Task instructions: Write out every record below exactly, so that nothing differs from what is shown.

Stored data
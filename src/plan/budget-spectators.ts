/**
 * The spectators whose error a gate's budget reports (README physics conventions sec. 4): every
 * other neighbour of the mover, and on an 11-02 crossing (the partner reaches |2>) every other
 * neighbour of the partner. A qubit coupled to both is counted once, as the mover's. The planner
 * (src/plan/pulses.ts), `fluxlane verify` and `fluxlane simulate --plan` use this one list, each
 * spectator where the plan puts it during the gate.
 */
export interface BudgetSpectator<Q> {
  qubit: Q;
  /** The edge qubit it is coupled to. */
  coupledTo: 'mover' | 'partner';
}

export function budgetSpectatorList<Q>(neighbours: (q: Q) => Iterable<Q>, mover: Q, partner: Q, crossing: '11-20' | '11-02'): BudgetSpectator<Q>[] {
  const out: BudgetSpectator<Q>[] = [];
  const seen = new Set<Q>([mover, partner]);
  const add = (S: Q, coupledTo: 'mover' | 'partner') => {
    if (seen.has(S)) return;
    seen.add(S);
    out.push({ qubit: S, coupledTo });
  };
  for (const S of neighbours(mover)) add(S, 'mover');
  if (crossing === '11-02') for (const S of neighbours(partner)) add(S, 'partner');
  return out;
}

Output below:
filename src/plan/budget-spectators.ts
/**
 * The spectators whose error a gate's budget reports (README physics conventions sec. 4): every
 * other neighbour of the mover, and on an 11-02 crossing (the partner reaches |2>) every other
 * neighbour of the partner. A qubit coupled to both is counted once, as the mover's. The planner
 * (src/plan/pulses.ts), `fluxlane verify` and `fluxlane simulate --plan` use this one list, each
 * spectator where the plan puts it during the gate.
 */
export interface BudgetSpectator<Q> {
  qubit: Q;
  /** The edge qubit it is coupled to. */
  coupledTo: 'mover' | 'partner';
}

export function budgetSpectatorList<Q>(neighbours: (q: Q) => Iterable<Q>, mover: Q, partner: Q, crossing: '11-20' | '11-02'): BudgetSpectator<Q>[] {
  const out: BudgetSpectator<Q>[] = [];
  const seen = new Set<Q>([mover, partner]);
  const add = (S: Q, coupledTo: 'mover' | 'partner') => {
    if (seen.has(S)) return;
    seen.add(S);
    out.push({ qubit: S, coupledTo });
  };
  for (const S of neighbours(mover)) add(S, 'mover');
  if (crossing === '11-02') for (const S of neighbours(partner)) add(S, 'partner');
  return out;
}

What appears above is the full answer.